Activity –
Go over the records and count each line that has the string "appendCodingHistory". Give the number and nothing else.

Data for review –
§

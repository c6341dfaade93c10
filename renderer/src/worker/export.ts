/**
 * Export: renders the enabled steps over the whole recording block by block, encodes PCM with
 * dsp/formats' streaming WAV encoder and writes through the bridge. Keeps the source's bext fields
 * and other chunks, appends one CodingHistory line per step (EBU R98), and becomes RF64 by itself
 * when the file passes 4 GiB (the final header, written last, has the same length).
 */
import { CancelledError } from '../../../dsp/errors.ts';
import {
  appendCodingHistory, buildBext, codingHistoryLine, copiesChunk, newBextFixed, WavStreamEncoder,
  type RawChunk,
} from '../../../dsp/formats/index.ts';
import { carryMetadata } from '../../../dsp/formats/info-list.ts';
import { buildAdtlList, buildCueChunk, isAdtlList, type CuePoint } from '../../../dsp/formats/cue.ts';
import { mapTime } from '../../../dsp/ops/timing.ts';
import { MemorySource } from '../../../dsp/source.ts';
import type { Rendering, TimeSegment } from '../../../dsp/ops/types.ts';
import type { AudioSource } from '../../../dsp/source.ts';
import type { AudioLayout } from '../../../dsp/formats/index.ts';
import { renderInMemory, streamingRendering, type Progress, type StepReport } from './pipeline.ts';
import type { Job, JobResults } from './protocol.ts';

type ExportJob = Extract<Job, { type: 'export' }>;
type Write = (handle: string, bytes: Uint8Array, atOffset: number | null) => Promise<void>;
type Read = (handle: string, offset: number, length: number) => Promise<Uint8Array>;

/** Files up to this many samples (all channels) are rendered in memory. */
const IN_MEMORY_SAMPLES = 1 << 25;
/** Bytes per bridge write. */
const WRITE_BYTES = 4 << 20;

/** The whole source into memory, stopping at once when the export is cancelled. */
async function readStoppable(source: AudioSource, p: Progress): Promise<Float64Array[]> {
  const out = Array.from({ length: source.channelCount }, () => new Float64Array(source.frames));
  let at = 0;
  for await (const b of source.blocks()) {
    if (p.signal.aborted) throw new CancelledError('cancelled');
    for (let c = 0; c < out.length; c++) out[c]!.set(b[c]!, at);
    at += b[0]!.length;
    p.progress(0.1 * (at / Math.max(1, source.frames)), 'reading');
  }
  return at === source.frames ? out : out.map((c) => c.subarray(0, at));
}

export async function exportFile(source: AudioSource & { readonly layout: AudioLayout }, sourceHandle: string, read: Read, write: Write, job: ExportJob, p: Progress): Promise<JobResults['export']> {
  const layout = source.layout;
  let rendering: Rendering;
  let reports: StepReport[];
  let segments: readonly TimeSegment[];
  const renderProgress: Progress = { progress: (f, l) => p.progress(0.5 * f, l), warn: p.warn, signal: p.signal };
  if (layout.frames * layout.channels <= IN_MEMORY_SAMPLES) {
    const whole = new MemorySource(await readStoppable(source, renderProgress), source.sampleRateHz);
    const r = await renderInMemory(whole, job.steps, renderProgress);
    reports = r.reports;
    segments = r.segments;
    rendering = { sampleRateHz: r.out.sampleRateHz, channelCount: r.out.channelCount, framesHint: r.out.frames, blocks: r.out.blocks(), resolved: {} };
  } else {
    const r = await streamingRendering(source, job.steps, renderProgress);
    reports = r.reports;
    segments = r.segments;
    rendering = r.rendering;
  }
  const fmt = job.format;
  const out = { sampleRateHz: rendering.sampleRateHz, bitsPerSample: fmt.bitsPerSample, sampleFormat: fmt.sampleFormat, channels: rendering.channelCount };

  // The record of what was done: one line per step, then the export itself.
  let added = '';
  for (const r of reports) added += codingHistoryLine({ ...out, text: r.history });
  added += codingHistoryLine({ ...out, text: `reelwright export${fmt.dither && fmt.sampleFormat === 'int' ? ' with TPDF dither' : ''}` });
  let history = layout.bext?.codingHistory ?? '';
  if (!history) history = codingHistoryLine({ sampleRateHz: layout.sampleRateHz, bitsPerSample: layout.bitsPerSample, sampleFormat: layout.sampleFormat, channels: layout.channels, text: 'source as received' });
  for (const line of added.split('\r\n').filter(Boolean)) history = appendCodingHistory(history, `${line}\r\n`);
  const now = new Date();
  const fixed = layout.bext?.fixed ?? newBextFixed({
    description: job.description, originator: 'Reelwright', originatorReference: '',
    originationDate: now.toISOString().slice(0, 10), originationTime: now.toISOString().slice(11, 19),
  });
  const bext = fmt.bwf || layout.bext ? buildBext(fixed, history) : undefined;

  // Other chunks (LIST, iXML, axml …) copied as they are, in their places. The markers (which
  // began as the source's own cue points) are written anew at their places in the output's time.
  const before: RawChunk[] = [], after: RawChunk[] = [];
  const writeMarkers = job.markers !== undefined;
  const foreign = layout.container === 'FLAC' || layout.container === 'AIFF' || layout.container === 'AIFC';
  if (foreign) {
    // FLAC tags and AIFF text chunks become a RIFF INFO list, as the command line does (main/io/writer.ts).
    const chunks = [];
    for (const c of layout.chunks) if (c.size <= 8 << 20 && c.id !== 'SSND') chunks.push({ id: c.id, data: await read(sourceHandle, c.offset, c.size) });
    const carried = carryMetadata(layout.container as 'FLAC' | 'AIFF' | 'AIFC', chunks);
    if (carried.list) before.push({ id: 'LIST', data: carried.list });
    for (const what of carried.notCarried) p.warn(`not carried into the WAV: ${what}`);
  }
  for (const c of foreign ? [] : layout.chunks) {
    if (!copiesChunk(c.id) || c.id === 'SSND' || c.id === 'COMM' || c.id === 'FORM' || c.size > 8 << 20) continue;
    if (writeMarkers && c.id === 'cue ') continue;
    const data = await read(sourceHandle, c.offset, c.size);
    if (writeMarkers && c.id === 'LIST' && isAdtlList(data)) continue;
    (c.position === 'after-data' ? after : before).push({ id: c.id, data });
  }
  const cues = writeMarkers ? markerCues(job.markers!, segments, rendering.sampleRateHz, rendering.framesHint ?? Infinity) : [];
  if (cues.length) before.push({ id: 'cue ', data: buildCueChunk(cues) }, { id: 'LIST', data: buildAdtlList(cues) });
  const enc = new WavStreamEncoder(
    { format: { sampleFormat: fmt.sampleFormat, bitsPerSample: fmt.bitsPerSample, channels: rendering.channelCount, sampleRateHz: rendering.sampleRateHz }, bext, chunksBefore: before, chunksAfter: after, container: fmt.container },
    { dither: fmt.dither },
  );
  await write(job.target, enc.provisionalHeader, null);

  const frames = rendering.framesHint ?? 0;
  const perWrite = Math.max(1, Math.floor(WRITE_BYTES / enc.bytesPerFrame));
  const bufBytes = perWrite * enc.bytesPerFrame;
  let buf = new Uint8Array(bufBytes);
  let used = 0;
  for await (const block of rendering.blocks) {
    if (p.signal.aborted) throw new CancelledError('cancelled');
    const n = block[0]?.length ?? 0;
    for (let at = 0; at < n;) {
      const take = Math.min(n - at, (bufBytes - used) / enc.bytesPerFrame);
      used += enc.encodeInto(block.map((c) => c.subarray(at, at + take)), buf, used);
      at += take;
      if (used === bufBytes) {
        // The write hands the buffer over to the page (transferred), so each write gets a new one.
        await write(job.target, buf, null);
        buf = new Uint8Array(bufBytes);
        used = 0;
      }
    }
    if (frames > 0) p.progress(0.5 + 0.5 * Math.min(1, enc.frames / frames), 'Writing');
  }
  if (used > 0) await write(job.target, buf.subarray(0, used), null);
  const done = enc.finish();
  if (done.trailer.length > 0) await write(job.target, done.trailer, null);
  await write(job.target, done.header, 0);
  return { frames: done.frames, bytes: done.totalBytes, container: done.container, historyAdded: added, cuePoints: cues.length };
}

/** Markers (original seconds) as cue points of the output: through the chain's time map, in order. */
export function markerCues(markers: readonly { seconds: number; name: string }[], segments: readonly TimeSegment[], rateHz: number, frames: number): CuePoint[] {
  return markers
    .map((m) => ({ frame: Math.max(0, Math.min(frames, Math.round(mapTime(segments, m.seconds) * rateHz))), label: m.name }))
    .sort((a, b) => a.frame - b.frame)
    .map((m, i) => ({ id: i + 1, ...m }));
}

§

Written response –
2